Whose job is it to locate our son, anyway? Maybe we are meant to find him for ourselves. Perhaps, as people of faith, this is where we look to God. Where we pray harder and ask Him, “Do you see us? Are you with us? And what do you expect from these imperfect bodies you’ve always known would be?”
Even though prayer looks different than an appointment with Shelley, I actually don’t see faith as a departure from science. Geneticists and genetic counselors are some of the most faith-filled people I know. The key word in their field is yet. We don’t know yet. But they believe the day is coming.
The field is moving so fast, who knows what we will know in ten years, Science says as she hugs me and turns to go. The next day, she’ll return to her lab. She’ll run a secondary analysis. She’ll call another mother. She may help to find another boy.
For now, my family and I live in the yet. As the developmental pediatrician had said to us before the whole exome testing, “He’s got something; we’re just not smart enough to figure out what it is yet. ” You can find us here in the in-between, somewhere between Knowing Nothing and Understanding Cause. We stand in a space defined by what it is not, formed by what we don’t know.
The first time I heard the term liminal, I was sitting in an African American Studies 101 class at the University of Virginia. A tall and slender Professor Penningroth had written the words “Middle Passage” in the center of a black chalkboard. He walked us through not just the number of black bodies taken or the number of years over which they were stolen, but what it might have been like to be yanked into a void. To live (or die) between what was and what would be.
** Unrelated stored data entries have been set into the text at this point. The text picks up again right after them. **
/**
 * minimise 1/2 x'H x - g'x subject to 0 <= x_i <= upper_i, with H symmetric positive definite.
 *
 * Primal-dual active set (Hintermueller, Ito & Kunisch 2003): guess which variables sit on a bound, solve for the
 * free ones by Cholesky, free those whose multiplier has the wrong sign, bind those outside, repeat. A warm start
 * usually needs one or two rounds. Where the sets cycle, projected coordinate descent takes over and the active set
 * finishes. The minimum is unique, so the warm start changes the time, never the answer (to rounding).
 */
export interface BoxQp {
  readonly n: number;
  /** Row-major n x n, filled by the caller; both triangles are read. */
  readonly h: Float64Array;
  readonly g: Float64Array;
  readonly upper: Float64Array;
  /** The answer, and the warm start's values. */
  readonly x: Float64Array;
  /** Where each variable sits: 0 free, -1 at zero, 1 at its upper bound. The warm start. */
  readonly place: Int8Array;
  /** Rounds used by the last solve, and whether coordinate descent was needed. */
  rounds: number;
  fellBack: boolean;
  readonly work: Float64Array;
  readonly rhs: Float64Array;
  readonly free: Int32Array;
  readonly bound: Int32Array;
  /** Numbers of free and upper-bound variables in the last round; `free`, `bound` and `work` belong to it. */
  freeCount: number;
  boundCount: number;
}

export function createBoxQp(n: number): BoxQp {
  return {
    n,
    h: new Float64Array(n * n),
    g: new Float64Array(n),
    upper: new Float64Array(n),
    x: new Float64Array(n),
    place: new Int8Array(n).fill(1),
    rounds: 0,
    fellBack: false,
    work: new Float64Array(n * n),
    rhs: new Float64Array(n),
    free: new Int32Array(n),
    bound: new Int32Array(n),
    freeCount: 0,
    boundCount: 0,
  };
}

const MOST_ROUNDS = 25;

/** Solves in place. False when H turns out not to be positive definite; x is then of no use. */
export function solveBoxQp(qp: BoxQp): boolean {
  qp.fellBack = false;
  let end = activeSet(qp);
  if (end === 'solved') return true;
  qp.fellBack = true;
  for (let attempt = 0; attempt < 6 && end === 'cycling'; attempt++) {
    coordinateDescent(qp, 200 * (attempt + 1), 1e-15);
    end = activeSet(qp);
    if (end === 'solved') return true;
  }
  if (end === 'indefinite') return false;
  coordinateDescent(qp, 20000, 0);
  return true;
}

function activeSet(qp: BoxQp): 'solved' | 'cycling' | 'indefinite' {
  const { n, h, g, upper, x, place, work, rhs, free, bound } = qp;
  for (let round = 1; round <= MOST_ROUNDS; round++) {
    qp.rounds = round;
    let m = 0;
    let k = 0; // variables at their upper bounds
    for (let i = 0; i < n; i++) {
      const p = place[i]!;
      if (p === 0) free[m++] = i;
      else if (p > 0) {
        bound[k++] = i;
        x[i] = upper[i]!;
      } else x[i] = 0;
    }
    // Free block, factorised as it is copied (Cholesky row by row), and the forward substitution with it.
    for (let a = 0; a < m; a++) {
      const i = free[a]!;
      const row = i * n;
      const ra = a * n;
      let s = g[i]!;
      for (let b = 0; b < k; b++) {
        const j = bound[b]!;
        s -= h[row + j]! * x[j]!;
      }
      let pivot = h[row + i]!;
      for (let b = 0; b < a; b++) {
        const rb = b * n;
        let v = h[row + free[b]!]!;
        for (let c = 0; c < b; c++) v -= work[ra + c]! * work[rb + c]!;
        v *= work[rb + b]!; // the diagonal holds reciprocals
        work[ra + b] = v;
        pivot -= v * v;
        s -= v * rhs[b]!;
      }
      if (!(pivot > 0)) return 'indefinite';
      const inverse = 1 / Math.sqrt(pivot);
      work[ra + a] = inverse;
      rhs[a] = s * inverse;
    }
    for (let a = m - 1; a >= 0; a--) {
      const v = rhs[a]! * work[a * n + a]!;
      rhs[a] = v;
      const ra = a * n;
      for (let b = 0; b < a; b++) rhs[b]! -= work[ra + b]! * v;
    }
    let changed = false;
    for (let a = 0; a < m; a++) {
      const i = free[a]!;
      const v = rhs[a]!;
      x[i] = v;
      if (v < 0) {
        place[i] = -1;
        changed = true;
      } else if (v > upper[i]!) {
        place[i] = 1;
        changed = true;
      }
    }
    // Multipliers of the variables that were bound in this round.
    const check = (i: number, atUpper: boolean): void => {
      const row = i * n;
      let slope = g[i]!;
      for (let a = 0; a < m; a++) slope -= h[row + free[a]!]! * rhs[a]!;
      for (let b = 0; b < k; b++) slope -= h[row + bound[b]!]! * x[bound[b]!]!;
      const small = 1e-14 * (Math.abs(g[i]!) + h[row + i]! * upper[i]!);
      if (atUpper ? slope < -small : slope > small) {
        place[i] = 0;
        changed = true;
      }
    };
    for (let b = 0; b < k; b++) check(bound[b]!, true);
    let f = 0;
    for (let i = 0; i < n; i++) {
      // Zero-bound variables: those neither free nor at their upper bound when the round began.
      if (f < m && free[f] === i) {
        f++;
        continue;
      }
      if (place[i]! < 0) check(i, false);
    }
    qp.freeCount = m;
    qp.boundCount = k;
    if (!changed) return 'solved';
  }
  return 'cycling';
}

/**
 * Solves H_FF y = r for the free variables of the last solve, with its factor; r (by free variable, in the order of
 * `free`) is overwritten by y.
 */
export function solveFreeBlock(qp: BoxQp, r: Float64Array): void {
  const { n, work, freeCount: m } = qp;
  for (let a = 0; a < m; a++) {
    const ra = a * n;
    let s = r[a]!;
    for (let b = 0; b < a; b++) s -= work[ra + b]! * r[b]!;
    r[a] = s * work[ra + a]!;
  }
  for (let a = m - 1; a >= 0; a--) {
    const ra = a * n;
    const v = r[a]! * work[ra + a]!;
    r[a] = v;
    for (let b = 0; b < a; b++) r[b]! -= work[ra + b]! * v;
  }
}

/** Projected coordinate descent from the present x; leaves `place` set by where the variables ended. */
export function coordinateDescent(qp: BoxQp, sweeps: number, tolerance: number): void {
  const { n, h, g, upper, x, place } = qp;
  for (let i = 0; i < n; i++) x[i] = Math.min(upper[i]!, Math.max(0, x[i]!));
  for (let sweep = 0; sweep < sweeps; sweep++) {
    let moved = 0;
    for (let i = 0; i < n; i++) {
      const row = i * n;
      let s = g[i]!;
      for (let j = 0; j < n; j++) s -= h[row + j]! * x[j]!;
      const next = Math.min(upper[i]!, Math.max(0, x[i]! + s / h[row + i]!));
      const scale = upper[i]! > 0 ? upper[i]! : 1;
      moved = Math.max(moved, Math.abs(next - x[i]!) / scale);
      x[i] = next;
    }
    if (moved <= tolerance) break;
  }
  for (let i = 0; i < n; i++) place[i] = x[i]! <= 0 ? -1 : x[i]! >= upper[i]! ? 1 : 0;
}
The concept instinctively made sense. It felt close and easy, like something I’d always known. But also distant enough that I could roll it between my fingers like academic Play-doh. I could see how far it would stretch before breaking or leave it sitting balled up on my desk when class ended.
The idea of a space without bounds that held within its hull the power to harm or to free or to form—that idea has never completely left me. Would I have thought as an undergraduate student that liminality might one day describe my experience as a Black woman in America? Yes. Would I have guessed it might describe my future experience as a mother, wading through waters of science and faith, in search of the truest way to know her son? Not at all.
As a child, one of my greatest fears was being trapped in an elevator. The idea of being trapped in a tight, stuffy space between floors was too much; I grabbed my mother’s arm and cried so many times in department stores and libraries that eventually she only looked for escalators or stairs. As a mother, I’ve had to ask myself if I’m fearful of being stuck in a forever-liminal space with my son: What would never getting an answer, or even no longer expecting an answer, look like? Would that be stifling and unbearable?
One of my favorite theologians, Christena Cleveland, wrote: “We are formed, fortified and even reborn in the liminal spaces and during the shadowy times.” She may have been referring to the disheartening social and political landscape of our nation, but I also hear her words as a personal offering to me. I see them as an invitation to sit with my son in that stale elevator, to feel the weight of his head on my chest, to accept that I can’t get us out or save us from this.
And to follow the lead of Tophs, who, whenever he sees anyone sick or hurt in the family, prays without ceremony. He doesn’t even worry about the ask. He just says what he knows. It’s “Lord, Jesus, Daddy hurt his head. Lord, Jesus. Amen.” Or “Lord, Jesus, Eliot’s tummy hurts. Lord, Jesus. Amen.” So I will hold him tight in this space, and he will curl his head around to softly kiss my elbow as he does some nights, and I will whisper, “Lord, Jesus. We don’t know. Lord, Jesus. Amen.”